◆ **Provided material**:
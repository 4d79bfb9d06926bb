/** What the caseload takes: visits, medicine and money for each patient-year of care. */
import { answerBlock } from '../../parts/answer.js';
import { choiceRow, numberField } from '../../parts/choices.js';
import { h } from '../../parts/element.js';
import { live } from '../../parts/live.js';
import { table } from '../../parts/table.js';
import { bandColumns } from './bands.js';
import { projectionRequest } from './request.js';

const ITEMS = ['visits', 'medicine_units', 'cost'];

/** @param {import('../../app.js').App} app */
export function resourcesBlock(app) {
  return answerBlock(app, {
    id: 'resources',
    title: 'resources-title',
    choices: choices(app),
    empty: 'resources-type',
    ask: (state) => (ITEMS.some((item) => state.caseload.resources[item] > 0) ? projectionRequest(state) : null),
    draw: (answer, state) => drawResources(app, answer, state.caseload.resources),
  });
}

function choices(app) {
  return live(app, (state) => state.caseload.resources, ({ caseload }) => {
    const { say } = app.words;
    return [choiceRow(...ITEMS.map((item) => numberField({
      id: `resources-${item}`, label: say(`resource-${item}-per`), value: caseload.resources[item], least: 0,
      onchange: (amount) => app.store.amend('caseload', { resources: { ...app.store.state.caseload.resources, [item]: Math.max(0, amount ?? 0) } }),
    })))];
  });
}

function drawResources(app, answer, asked) {
  const { say, day, count } = app.words;
  const items = ITEMS.filter((item) => asked[item] > 0);
  const rows = answer.years.map(({ ends }, i) => ({ ends, i }));
  return [
    h('p', { class: 'sentence' }, items.map((item) => say(`resource-${item}-sentence`, {
      years: answer.years.length, amount: count(answer.baseline.resources[item].at(-1).value),
    })).join(' ')),
    ...items.map((item) => table(app, {
      name: `resources-${item}`, caption: say(`resource-${item}`), rows,
      columns: [
        { heading: say('year-to'), show: (row) => day(row.ends), text: true },
        ...bandColumns(app, say('baseline'), (row) => answer.baseline.resources[item][row.i]),
        ...(answer.what_if ? [{
          heading: say('what-if'), show: (row) => count(answer.what_if.resources[item][row.i].value),
          full: (row) => answer.what_if.resources[item][row.i].value,
        }] : []),
      ],
    })),
    h('p', { class: 'method' }, say('resources-method')),
  ];
}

◆ **What the exercise asks**: Each entry above is to be transcribed without alteration.

◆ **Solved exercise**:
repository 4d79bfb9d06926bb
/** What the caseload takes: visits, medicine and money for each patient-year of care. */
import { answerBlock } from '../../parts/answer.js';
import { choiceRow, numberField } from '../../parts/choices.js';
import { h } from '../../parts/element.js';
import { live } from '../../parts/live.js';
import { table } from '../../parts/table.js';
import { bandColumns } from './bands.js';
import { projectionRequest } from './request.js';

const ITEMS = ['visits', 'medicine_units', 'cost'];

/** @param {import('../../app.js').App} app */
export function resourcesBlock(app) {
  return answerBlock(app, {
    id: 'resources',
    title: 'resources-title',
    choices: choices(app),
    empty: 'resources-type',
    ask: (state) => (ITEMS.some((item) => state.caseload.resources[item] > 0) ? projectionRequest(state) : null),
    draw: (answer, state) => drawResources(app, answer, state.caseload.resources),
  });
}

function choices(app) {
  return live(app, (state) => state.caseload.resources, ({ caseload }) => {
    const { say } = app.words;
    return [choiceRow(...ITEMS.map((item) => numberField({
      id: `resources-${item}`, label: say(`resource-${item}-per`), value: caseload.resources[item], least: 0,
      onchange: (amount) => app.store.amend('caseload', { resources: { ...app.store.state.caseload.resources, [item]: Math.max(0, amount ?? 0) } }),
    })))];
  });
}

function drawResources(app, answer, asked) {
  const { say, day, count } = app.words;
  const items = ITEMS.filter((item) => asked[item] > 0);
  const rows = answer.years.map(({ ends }, i) => ({ ends, i }));
  return [
    h('p', { class: 'sentence' }, items.map((item) => say(`resource-${item}-sentence`, {
      years: answer.years.length, amount: count(answer.baseline.resources[item].at(-1).value),
    })).join(' ')),
    ...items.map((item) => table(app, {
      name: `resources-${item}`, caption: say(`resource-${item}`), rows,
      columns: [
        { heading: say('year-to'), show: (row) => day(row.ends), text: true },
        ...bandColumns(app, say('baseline'), (row) => answer.baseline.resources[item][row.i]),
        ...(answer.what_if ? [{
          heading: say('what-if'), show: (row) => count(answer.what_if.resources[item][row.i].value),
          full: (row) => answer.what_if.resources[item][row.i].value,
        }] : []),
      ],
    })),
    h('p', { class: 'method' }, say('resources-method')),
  ];
}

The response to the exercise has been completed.